Core Algorithms
fq-compressor adopts a "Best of Both Worlds" hybrid strategy: each FASTQ data stream is compressed with a specialized algorithm optimized for its characteristics.
1. Sequence: Assembly-based Compression (ABC)
Unlike traditional compressors that treat reads as independent strings, fq-compressor treats them as fragments of an underlying genome.
How It Works
Raw Reads ──► Minimizer Bucketing ──► Read Reordering ──► Local Consensus ──► Delta Encoding
Step 1: Minimizer Bucketing
Reads are grouped into buckets based on shared minimizers (signature k-mers). Reads sharing a minimizer are likely from the same genomic region.
Step 2: Read Reordering
Inside each bucket, reads are reordered to form an approximate Hamiltonian path, minimizing the edit distance between neighboring reads.
Step 3: Local Consensus Generation
A local consensus sequence is generated for each bucket, representing the "average" read in that group.
Step 4: Delta Encoding
Only the edits (substitutions, insertions, deletions) relative to the consensus are stored. Since reads in the same bucket are highly similar, deltas are very small.
Read Length Classification
The ABC strategy is most effective for short reads. fq-compressor automatically classifies reads:
| Type | Condition | Strategy |
|---|---|---|
| Short | max ≤ 511 bp, median < 1 KB | Full ABC with global reordering |
| Medium | max > 511 bp or 1 KB ≤ median < 10 KB | Zstd, reordering disabled |
| Long | median ≥ 10 KB or max ≥ 10 KB | Zstd, reordering disabled |
References
- Spring: Chandak, S., et al. (2019). "SPRING: a next-generation FASTQ compressor". Bioinformatics.
- Mincom: Liu, Y., et al. "Mincom: hash-based minimizer bucketing for genome sequence compression".
- HARC: Chandak, S., et al. (2018). "HARC: Haplotype-aware Reordering for Compression".

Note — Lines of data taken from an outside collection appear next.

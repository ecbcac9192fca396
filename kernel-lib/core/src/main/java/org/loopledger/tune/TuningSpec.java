package org.loopledger.tune;

import org.loopledger.analysis.Spec;
import org.loopledger.lti.Units;

import java.util.Arrays;
import java.util.Locale;

/**
 * What an auto-tune must achieve, with units in every name. Robustness limits apply to every loop the
 * tuner closes (velocity loop, position loop, and the loop broken at the plant input), on every load
 * case. Bandwidth: either a target velocity-loop crossover (the tuner then keeps it and picks the
 * integral corner), or the highest crossover the limits allow, up to an optional ceiling.
 *
 * <p>Defaults (common practice for servo axes): phase margin ≥ 45°, gain margin ≥ 8 dB, Ms ≤ 1.8
 * (5.1 dB), velocity-integral corner between 1/10 and 1/2 of the velocity crossover, position gain at
 * most 1/3 of the velocity crossover.
 *
 * <p>The robustness limits are an {@link Spec analysis.Spec} ({@link #limits()}), validated by its rules
 * alone, so a notebook states 45° / 8 dB / 1.8 once and checks the loops with the same object:
 * {@code spec.limits().check(loop)}. The tuner also always requires closed-loop stability.
 */
public final class TuningSpec {
    private final Spec limits;
    private final double minPhaseMarginDeg;
    private final double minGainMarginDb;
    private final double maxSensitivityPeak;
    private final double velocityCrossoverHz;     // NaN: maximise
    private final double maxVelocityCrossoverHz;  // +inf: none
    private final double positionBandwidthHz;     // NaN: as high as allowed
    private final double maxPositionToVelocityRatio;
    private final double[] integralRatios;        // ω_cv/ω_i candidates
    private final boolean allowLowPass;

    private TuningSpec(Builder b) {
        this.limits = b.limits;
        this.minPhaseMarginDeg = limits.minPhaseMarginDeg().getAsDouble();
        this.minGainMarginDb = limits.minGainMarginDb().getAsDouble();
        this.maxSensitivityPeak = limits.maxSensitivityPeak().getAsDouble();
        this.velocityCrossoverHz = b.velocityCrossoverHz;
        this.maxVelocityCrossoverHz = b.maxVelocityCrossoverHz;
        this.positionBandwidthHz = b.positionBandwidthHz;
        this.maxPositionToVelocityRatio = b.maxPositionToVelocityRatio;
        this.integralRatios = b.integralRatios.clone();
        this.allowLowPass = b.allowLowPass;
    }

    public static Builder builder() { return new Builder(); }

    /** The defaults above. */
    public static TuningSpec defaults() { return builder().build(); }

    /** The robustness limits (phase margin, gain margin, Ms) as an analysis spec, to check any loop against. */
    public Spec limits() { return limits; }

    public double minPhaseMarginDeg() { return minPhaseMarginDeg; }

    public double minGainMarginDb() { return minGainMarginDb; }

    public double maxSensitivityPeak() { return maxSensitivityPeak; }

    public boolean hasVelocityCrossoverTarget() { return !Double.isNaN(velocityCrossoverHz); }

    public double velocityCrossoverHz() { return velocityCrossoverHz; }

    public double maxVelocityCrossoverHz() { return maxVelocityCrossoverHz; }

    public boolean hasPositionBandwidthTarget() { return !Double.isNaN(positionBandwidthHz); }

    public double positionBandwidthHz() { return positionBandwidthHz; }

    public double maxPositionToVelocityRatio() { return maxPositionToVelocityRatio; }

    public double[] integralRatios() { return integralRatios.clone(); }

    public boolean allowLowPass() { return allowLowPass; }

    /** Screening guard bands: the screen interpolates linearly between grid points, the re-analysis refines. */
    static final double GUARD_PM_DEG = 0.5, GUARD_GM_DB = 0.1, GUARD_MS = 0.005;

    /**
     * Whether the screened figures meet every robustness limit (stability included), with small guard
     * bands so that the refined re-analysis of the chosen loops meets them too.
     */
    boolean meets(LoopFigures f) {
        return f.stable() && f.phaseMarginDeg() >= minPhaseMarginDeg + GUARD_PM_DEG && f.gainMarginDb() >= minGainMarginDb + GUARD_GM_DB
                && f.sensitivityPeak() <= maxSensitivityPeak - GUARD_MS;
    }

    /**
     * How far the figures miss the limits, as the worst relative shortfall (0 when all are met):
     * used to rank candidates when no candidate meets the spec.
     */
    double shortfall(LoopFigures f) {
        if (!f.stable()) return 10;
        double a = Math.max(0, (minPhaseMarginDeg - f.phaseMarginDeg()) / minPhaseMarginDeg);
        double b = Math.max(0, (minGainMarginDb - f.gainMarginDb()) / minGainMarginDb);
        double c = Math.max(0, (f.sensitivityPeak() - maxSensitivityPeak) / maxSensitivityPeak);
        return Math.max(a, Math.max(b, c));
    }

    /** The limit that binds (smallest headroom) or fails, named for the record. */
    String bindingConstraint(LoopFigures f) {
        if (!f.stable()) return "closed-loop stability";
        double a = (f.phaseMarginDeg() - minPhaseMarginDeg) / minPhaseMarginDeg;
        double b = (f.gainMarginDb() - minGainMarginDb) / minGainMarginDb;
        double c = (maxSensitivityPeak - f.sensitivityPeak()) / maxSensitivityPeak;
        if (a <= b && a <= c) return "phase margin ≥ " + Units.g4(minPhaseMarginDeg) + " deg";
        if (b <= c) return "gain margin ≥ " + Units.g4(minGainMarginDb) + " dB";
        return "sensitivity peak Ms ≤ " + Units.g4(maxSensitivityPeak);
    }

    @Override public String toString() {
        StringBuilder sb = new StringBuilder("TuningSpec[");
        sb.append("PM ≥ ").append(Units.g4(minPhaseMarginDeg)).append(" deg, GM ≥ ").append(Units.g4(minGainMarginDb))
                .append(" dB, Ms ≤ ").append(Units.g4(maxSensitivityPeak));
        if (hasVelocityCrossoverTarget()) sb.append(", velocity crossover ").append(Units.formatHz(velocityCrossoverHz));
        else if (Double.isFinite(maxVelocityCrossoverHz)) sb.append(", velocity crossover ≤ ").append(Units.formatHz(maxVelocityCrossoverHz));
        else sb.append(", velocity crossover as high as allowed");
        if (hasPositionBandwidthTarget()) sb.append(", position bandwidth ").append(Units.formatHz(positionBandwidthHz));
        sb.append(", Kp ≤ ω_cv/").append(Units.g4(maxPositionToVelocityRatio));
        sb.append(", ω_cv/ω_i in ").append(Arrays.toString(integralRatios).replace(".0", ""));
        if (allowLowPass) sb.append(", low-pass placement allowed");
        return sb.append(']').toString();
    }

    /** Builder with validated, unit-bearing setters. */
    public static final class Builder {
        private Spec limits = Spec.builder().minPhaseMarginDeg(45).minGainMarginDb(8).maxSensitivityPeak(1.8).build();
        private double velocityCrossoverHz = Double.NaN;
        private double maxVelocityCrossoverHz = Double.POSITIVE_INFINITY;
        private double positionBandwidthHz = Double.NaN;
        private double maxPositionToVelocityRatio = 3;
        private double[] integralRatios = {2, 2.5, 3, 4, 5, 6, 8, 10};
        private boolean allowLowPass = false;

        private Builder() {}

        /**
         * The robustness limits as an analysis spec: it must set the phase margin, the gain margin and Ms, and
         * nothing the tuner cannot aim at (bandwidth, delay margin, Mt, lower gain margin: use the
         * crossover and bandwidth targets below, and check the rest on the result).
         */
        public Builder limits(Spec spec) {
            if (spec == null) throw new IllegalArgumentException("limits: give an analysis Spec, got null");
            if (spec.minPhaseMarginDeg().isEmpty() || spec.minGainMarginDb().isEmpty() || spec.maxSensitivityPeak().isEmpty()) {
                throw new IllegalArgumentException("the tuner's limits need a phase margin, a gain margin and Ms, got " + spec
                        + "; for example Spec.builder().minPhaseMarginDeg(45).minGainMarginDb(8).maxSensitivityPeak(1.8).build()");
            }
            if (spec.minBandwidthHz().isPresent() || spec.minDelayMarginS().isPresent() || spec.maxComplementaryPeak().isPresent()
                    || spec.minLowerGainMarginDb().isPresent()) {
                throw new IllegalArgumentException("the tuner aims only at phase margin, gain margin and Ms (and always requires stability), got "
                        + spec + "; set a bandwidth with positionBandwidthHz or velocityCrossoverHz, and check other requirements on the result");
            }
            limits = spec.requiresStability()
                    ? Spec.builder().minPhaseMarginDeg(spec.minPhaseMarginDeg().getAsDouble()).minGainMarginDb(spec.minGainMarginDb().getAsDouble())
                            .maxSensitivityPeak(spec.maxSensitivityPeak().getAsDouble()).build()
                    : spec;
            return this;
        }

        private Builder rebuild(double pm, double gm, double ms) {
            limits = Spec.builder().minPhaseMarginDeg(pm).minGainMarginDb(gm).maxSensitivityPeak(ms).build();
            return this;
        }

        /** Minimum phase margin; validated by {@link Spec.Builder#minPhaseMarginDeg}, in (0, 90) deg. */
        public Builder minPhaseMarginDeg(double deg) {
            return rebuild(deg, limits.minGainMarginDb().getAsDouble(), limits.maxSensitivityPeak().getAsDouble());
        }

        /** Minimum gain margin; validated by {@link Spec.Builder#minGainMarginDb}, positive dB. */
        public Builder minGainMarginDb(double db) {
            return rebuild(limits.minPhaseMarginDeg().getAsDouble(), db, limits.maxSensitivityPeak().getAsDouble());
        }

        /** Upper limit on Ms = max|S| (a ratio greater than 1, e.g. 1.6; use maxSensitivityPeakDb for dB). */
        public Builder maxSensitivityPeak(double ms) {
            return rebuild(limits.minPhaseMarginDeg().getAsDouble(), limits.minGainMarginDb().getAsDouble(), ms);
        }

        /** Upper limit on Ms in dB (above 0 dB). */
        public Builder maxSensitivityPeakDb(double db) {
            if (!(db > 0) || !Double.isFinite(db)) {
                throw new IllegalArgumentException("maximum sensitivity peak must be above 0 dB, got " + db + " dB; typical limits are 2.3 to 6 dB");
            }
            return maxSensitivityPeak(Units.dbToRatio(db));
        }

        /** Put the velocity-loop crossover at this frequency (worst load case) and choose the rest; the verdict checks it (±1 %). */
        public Builder velocityCrossoverHz(double hz) {
            if (!(hz > 0) || Double.isInfinite(hz)) throw new IllegalArgumentException("velocity crossover must be a positive frequency in Hz, got " + hz);
            velocityCrossoverHz = hz;
            return this;
        }

        public Builder maxVelocityCrossoverHz(double hz) {
            if (!(hz > 0)) throw new IllegalArgumentException("velocity crossover ceiling must be positive, got " + hz);
            maxVelocityCrossoverHz = hz;
            return this;
        }

        /**
         * Aim the position loop at this bandwidth (Kp ≈ 2π·f), as far as the limits allow. A target, hence part of the
         * verdict: the spec is met only if the re-analysed position-loop crossover reaches it on every load case.
         */
        public Builder positionBandwidthHz(double hz) {
            if (!(hz > 0) || Double.isInfinite(hz)) throw new IllegalArgumentException("position bandwidth must be a positive frequency in Hz, got " + hz);
            positionBandwidthHz = hz;
            return this;
        }

        /** Kp ≤ ω_cv / ratio (ratio ≥ 1; common practice 3 to 5). */
        public Builder maxPositionToVelocityRatio(double ratio) {
            if (!(ratio >= 1)) throw new IllegalArgumentException("velocity-to-position crossover ratio must be at least 1, got " + ratio);
            maxPositionToVelocityRatio = ratio;
            return this;
        }

        /** Candidate ratios ω_cv/ω_i (each > 1); include a large one for little integral action. */
        public Builder integralRatios(double... ratios) {
            if (ratios.length == 0) throw new IllegalArgumentException("give at least one integral ratio");
            for (double r : ratios) if (!(r > 1)) throw new IllegalArgumentException(String.format(Locale.ROOT, "integral ratio ω_cv/ω_i must exceed 1, got %s", r));
            integralRatios = ratios.clone();
            Arrays.sort(integralRatios);
            return this;
        }

        /** Let the tuner add a second-order low-pass (ζ = 0.7) on the current command, placed at a multiple of the crossover. */
        public Builder allowLowPass(boolean allow) {
            allowLowPass = allow;
            return this;
        }

        public TuningSpec build() {
            if (hasTarget() && velocityCrossoverHz > maxVelocityCrossoverHz) {
                throw new IllegalArgumentException("velocity crossover target " + Units.formatHz(velocityCrossoverHz) + " lies above its ceiling "
                        + Units.formatHz(maxVelocityCrossoverHz));
            }
            return new TuningSpec(this);
        }

        private boolean hasTarget() { return !Double.isNaN(velocityCrossoverHz); }
    }
}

2. Quality Scores: Statistical Context Mixing (SCM)
Quality scores are noisy and don't "assemble" well — they require a fundamentally different approach.
How It Works
Quality Values ──► Context Modeling ──► Prediction ──► Arithmetic Coding
Context Modeling
The compressor predicts the next quality value based on a context composed of:
- Previous 2 quality values
- Current sequence base (A/C/G/T)
- Position within the read
Adaptive Arithmetic Coding
Predictions are fed into an adaptive arithmetic coder that approaches the entropy limit of the quality stream.
Why Not Compress Quality with ABC?
Quality scores are inherently noisy and don't exhibit the same biological redundancy as DNA sequences. Context-based statistical modeling is more effective because:
- Quality scores are position-dependent
- They correlate with the underlying base call
- Neighboring quality values are strongly correlated
References
- fqzcomp5: Bonfield, J. K. "Compression of FASTQ and SAM format sequencing data".
3. Identifiers: Tokenization + Delta
FASTQ read identifiers follow structured patterns (e.g., @INSTRUMENT:RUN:FLOWCELL:LANE:TILE:X:Y).
How It Works
- Tokenization — Split identifiers into typed tokens (instrument, run ID, coordinates, etc.)
- Delta Encoding — For numeric fields, store only the difference from the previous read
- Backend Compression — Tokenized streams are compressed with a general-purpose compressor
This approach exploits the highly regular structure of Illumina-style identifiers, where consecutive reads differ only in coordinate fields.